Oh, yeah. It is kind of a nice leg up, because you're being thrown in front of people to be spontaneous, and have stuff prepared. I kind of take that for granted sometimes, that I already have training in that.

I'll bet you never thought you'd use those degrees for something like this, though.

No! I'm fairly new to the beer world. I mean, I've been into beer for a long time, but now I'm completely immersed in it. And if you told me that ten years ago after I got my BFA, I would have been like, 'What the hell are you talking about? I'm gonna be on Broadway. Duh.'

In the talent round, you pantomimed as a symphonic orchestra conductor performing "Also sprach Zarathustra." How did you come up with that?

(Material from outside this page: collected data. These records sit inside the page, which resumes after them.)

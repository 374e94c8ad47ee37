import { defineConfig } from "vitest/config";

// The cross-instance tests (`npm run test:scale`): run by scripts/test-scale.mjs against the scale
// stack (two web instances behind HAProxy, a streaming replica), never by the plain `vitest run`.
export default defineConfig({
  resolve: { alias: { "@": import.meta.dirname } },
  test: {
    include: ["tests/scale/**/*.test.ts"],
    environment: "node",
    testTimeout: 180000,
    hookTimeout: 60000,
    fileParallelism: false,
  },
});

The funny thing is, out of all the prep I had to do, ironically, the hardest thing was coming up with my talent. Because it was, like, what — am I going to do a Shakespeare sonnet? No one wants to hear that. So I think [my husband] and I were shooting around ideas, and I was like, 'I think I should do a mime bit.' The opening theme to 2001: A Space Odyssey was the first thing that came to mind. And I was also trying to think of something else that no one else would do.

They specifically requested for the talent to not be beer-related, right?

Yeah, anything you want — just not beer related.

Well… it was certainly out there, I'll tell you that much!


And as you were up there, was it stressful or helpful to have your husband, cousin, father-in-law, and sister there, too?

It was definitely helpful to have loved ones there, because even if you fail they'll still love you. It did add an extra degree of, 'Oh shit….' I mean, you have a background in performance; so does Josh. [Josh's dad] Gary doesn't, but you know, he's like the worst critic of all time. So there was a little bit of that, but in the moment… to be honest, I forgot you were even there.

Gee, thanks. How was the competition different from what you imagined?

These guys knew a lot. Their knowledge of beer was pretty tremendous. I guess I wasn't expecting their beer philosophies to be so detailed. Almost like they wrote essays. Mine was just like, "I like beer. DERP!" They actually had legit philosophies. I was really blown away by that.

And yet, you won. How did it feel to win?

I mean, it was amazing! And to be honest, to be the only woman contestant — and the only woman on stage, because all the judges and the MC were men — it kind of felt even better. In this world, especially in the beer world, which is dominated by dudes, it's kind of cool to be like, "Hey! There's a vagina over here, too."

That was an amazing aspect of the evening. But I mean, clearly the craziest part: FREE BEER FOR LIFE?!

That's nuts! And, like, the card that they gave me, there's no stipulations. It just says 'Free beer for life at Wynkoop.' Just: free beer until I'm dead. I mean, that's insane. I haven't been back yet, because you don't want to be that person who's immediately like, "Hey guys, remember me?" "Yes, we remember you. You're still wearing your fucking crown."

Yeah, you're like, "I deserve my free beer now!" And they're like, "Ugh, here we go…"

I'm gonna use this to be the biggest dick possible.

Good. But aside from the free beer, are there other benefits to winning this?

There are a lot of bragging rights. And it's cool: Black Shirt [Brewing, my employer] broadcasted it on their social media. But a lot of people don't know what the competition is, so there's a lot of explaining — people think I competed against two dudes in chugging beer, and I won. Which actually kinda sounds pretty sweet, the fact that people think I could even do that. Also, I haven't been here that long, so it's like, "Oh, who's this girl? What's she doing?" It's kind of nice, it opened a few doors to be able to meet people. And I get to brew beer at Wynkoop, so that's cool.

That's probably the coolest thing, actually. Man, can you teach me how to drink like you?

Yeah, if you want me to take you on as an apprentice, I'm taking applications. Cover letters are important.

Nah, my side of the family already thinks that, as a beer writer, I'm basically nothing but a lousy drunk. You think yours will think that about you now, too?

They thought that before. This just solidifies it.